MST5 -- Multilingual Question Answering over Knowledge Graphs
Nikit Srivastava, Mengshi Ma, Daniel Vollmers, Hamada Zahera, Diego Moussallem, Axel-Cyrille Ngonga Ngomo
TL;DR
KGQA remains English-centric, and MST5 addresses multilingual KGQA by using a single pretrained multilingual transformer (mT5 MT5) augmented with linguistic context and entity information to generate SPARQL queries end-to-end.

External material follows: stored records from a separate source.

//! What a run leaves behind, as written to its folder. Figures, sheets and the report read these, never the physics.

use super::variant::VariantLabel;
use crate::evaluate::Evaluation;
use crate::steady::waveform::Waveform;
use crate::study::{Objective, Study};
use crate::technology::Technology;
use serde::{Deserialize, Serialize};

/// Layout of the run folder; a reader refuses another.
pub const SCHEMA: u32 = 1;

/// One design of a front. Serialises flat: the evaluation's figures beside these.
#[derive(Debug, Clone, PartialEq, Serialize, Deserialize)]
pub struct DesignRecord {
    /// Cell and place in the cell's front, `012-007`; the same as long as the run is.
    pub id: String,
    /// Index of its cell.
    pub cell: usize,
    /// How far from first-order optimal, scaled.
    pub residual: f64,
    /// Whether the residual is small enough to call the point optimal.
    pub certified: bool,
    /// Its variant, where the study lists several.
    #[serde(default, skip_serializing_if = "Option::is_none")]
    pub variant: Option<VariantLabel>,
    /// The evaluation.
    #[serde(flatten)]
    pub evaluation: Evaluation,
}

/// One finished cell.
#[derive(Debug, Clone, PartialEq, Serialize, Deserialize)]
pub struct CellRecord {
    /// Its index.
    pub cell: usize,
    /// Q_L; none where it is free.
    pub loaded_q: Option<f64>,
    /// V_DD, V; none where it is free.
    pub supply_v: Option<f64>,
    /// Its variant, where the study lists several.
    #[serde(default, skip_serializing_if = "Option::is_none")]
    pub variant: Option<VariantLabel>,
    /// Assessments spent.
    pub evaluations: u64,
    /// Hypervolume of its front against the run's reference.
    pub hypervolume: f64,
    /// The front, best efficiency first.
    pub designs: Vec<DesignRecord>,
}

/// A list of designs, as in `front.json`.
#[derive(Debug, Clone, PartialEq, Serialize, Deserialize)]
pub struct DesignList {
    /// The designs.
    pub designs: Vec<DesignRecord>,
}

/// The point hypervolume is measured from: efficiency 0, output power 0, this area. The volume is
/// efficiency × W × mm².
#[derive(Debug, Clone, Copy, PartialEq, Serialize, Deserialize)]
pub struct HypervolumeReference {
    /// m².
    pub area_m2: f64,
}

/// How the front's optimality residuals are spread.
#[derive(Debug, Clone, Copy, PartialEq, Serialize, Deserialize)]
pub struct Residuals {
    /// Points of all cells' fronts.
    pub points: usize,
    /// Of these certified.
    pub certified: usize,
    /// Median residual.
    pub median: f64,
    /// 99th percentile.
    pub percentile_99: f64,
    /// Largest.
    pub worst: f64,
}

/// `run.json`.
#[derive(Debug, Clone, PartialEq, Serialize)]
pub struct RunRecord {
    /// [`SCHEMA`].
    pub schema: u32,
    /// Program version.
    pub version: String,
    /// The study as resolved.
    pub study: Study,
    /// The technology as resolved; the first where several are listed.
    pub technology: Technology,
    /// All that are listed, in that order; empty where one is given.
    #[serde(skip_serializing_if = "Vec::is_empty")]
    pub technologies: Vec<Technology>,
    /// blake3 of the study as resolved.
    pub study_hash: String,
    /// blake3 of the technology as resolved.
    pub technology_hash: String,
    /// Seed.
    pub seed: u64,
    /// Objectives traded.
    pub objectives: Vec<Objective>,
    /// Cores of the host.
    pub host_cores: usize,
    /// Threads used.
    pub threads: usize,
    /// Seconds since 1970 at the start of the (last) session.
    pub started_unix_s: u64,
    /// Seconds since 1970 at its end; none while it runs.
    pub ended_unix_s: Option<u64>,
    /// The share of the cells this folder holds, `3/16`; none for all of them.
    pub part: Option<String>,
    /// Cells of the study.
    pub cells: usize,
    /// Cells finished.
    pub cells_finished: usize,
    /// Assessments of all finished cells.
    pub evaluations: u64,
    /// Designs of the overall front.
    pub front_size: usize,
    /// Hypervolume of the overall front.
    pub hypervolume: f64,
    /// What it is measured from.
    pub hypervolume_reference: HypervolumeReference,
    /// Spread of the residuals; none without a point.
    pub residuals: Option<Residuals>,
    /// Why the run ended.
    pub ended_because: String,
}

/// Losses of the chosen design as its NMOS width alone is changed, for a figure.
#[derive(Debug, Clone, PartialEq, Serialize, Deserialize)]
pub struct WidthSweep {
    /// Id of the design.
    pub id: String,
    /// Widths, m, rising.
    pub nmos_width_m: Vec<f64>,
    /// Evaluations at these widths.
    pub evaluations: Vec<Evaluation>,
}

/// One period of the chosen design, for a figure.
#[derive(Debug, Clone, PartialEq, Serialize, Deserialize)]
pub struct PeriodRecord {
    /// Id of the design.
    pub id: String,
    /// Carrier, Hz.
    pub frequency_hz: f64,
    /// V_DD, V.
    pub supply_v: f64,
    /// Dead time, a fraction of the period a transition.
    pub dead_time: f64,
    /// The samples, from the turn-on of P.
    pub waveform: Waveform,
}

/// One point of a supply's front, for a figure.
#[derive(Debug, Clone, PartialEq, Serialize, Deserialize)]
pub struct SupplyPoint {
    /// Id of the design.
    pub id: String,
    /// P_out, dBm.
    pub output_power_dbm: f64,
    /// P_out/P_total.
    pub efficiency: f64,
}

/// The front of efficiency and output power at one supply, over every loaded Q and area.
#[derive(Debug, Clone, PartialEq, Serialize, Deserialize)]
pub struct SupplyFront {
    /// V_DD, V.
    pub supply_v: f64,
    /// The front, output power rising.
    pub points: Vec<SupplyPoint>,
}
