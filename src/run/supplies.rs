//! Each supply's own front of efficiency and output power, gathered cell by cell.

use super::records::{CellRecord, SupplyFront, SupplyPoint};
use crate::search::front::non_dominated;

/// Adds the designs of a cell to its supply's front; supplies are kept rising.
pub fn add(supplies: &mut Vec<SupplyFront>, cell: &CellRecord) {
    let Some(supply_v) = cell.supply_v else {
        return;
    };
    let found = supplies.binary_search_by(|s| s.supply_v.total_cmp(&supply_v));
    let place = found.unwrap_or_else(|place| {
        let points = Vec::new();
        supplies.insert(place, SupplyFront { supply_v, points });
        place
    });
    let points = &mut supplies[place].points;
    points.extend(cell.designs.iter().filter_map(|d| {
        let figures = d.evaluation.figures.as_ref()?;
        Some(SupplyPoint {
            id: d.id.clone(),
            output_power_dbm: figures.output_power_dbm,
            efficiency: figures.efficiency,
        })
    }));
    let costs: Vec<[f64; 3]> = points
        .iter()
        .map(|p| [-p.efficiency, -p.output_power_dbm, 0.0])
        .collect();
    let kept = non_dominated(&costs);
    *points = kept.into_iter().map(|i| points[i].clone()).collect();
    points.sort_by(|a, b| a.output_power_dbm.total_cmp(&b.output_power_dbm));
}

Formally, given a natural language query $Q$ and auxiliary data $A$, MST5 seeks $\hat{S} = \arg\max_{S'} P(S'\mid Q, A; \theta)$ and minimizes the loss $\mathcal{L}(\theta) = -\log P(S\mid Q, A; \theta)$. The approach preprocesses SPARQL targets, concatenates features, and leverages attention to jointly model $Q$ and $A$. On QALD-9-Plus (updated) and QALD-10, MST5 variants outperform baselines (e.g., DeepPavlov-2023) across languages, with added coverage for Chinese and Japanese and open-source code facilitating replication; limitations include third-party tool dependencies and lower performance on some low-resource languages, pointing to multi-task learning as future work.
Abstract
Knowledge Graph Question Answering (KGQA) simplifies querying vast amounts of knowledge stored in a graph-based model using natural language. However, the research has largely concentrated on English, putting non-English speakers at a disadvantage. Meanwhile, existing multilingual KGQA systems face challenges in achieving performance comparable to English systems, highlighting the difficulty of generating SPARQL queries from diverse languages. In this research, we propose a simplified approach to enhance multilingual KGQA systems by incorporating linguistic context and entity information directly into the processing pipeline of a language model. Unlike existing methods that rely on separate encoders for integrating auxiliary information, our strategy leverages a single, pretrained multilingual transformer-based language model to manage both the primary input and the auxiliary data. Our methodology significantly improves the language model's ability to accurately convert a natural language query into a relevant SPARQL query. It demonstrates promising results on the most recent QALD datasets, namely QALD-9-Plus and QALD-10. Furthermore, we introduce and evaluate our approach on Chinese and Japanese, thereby expanding the language diversity of the existing datasets.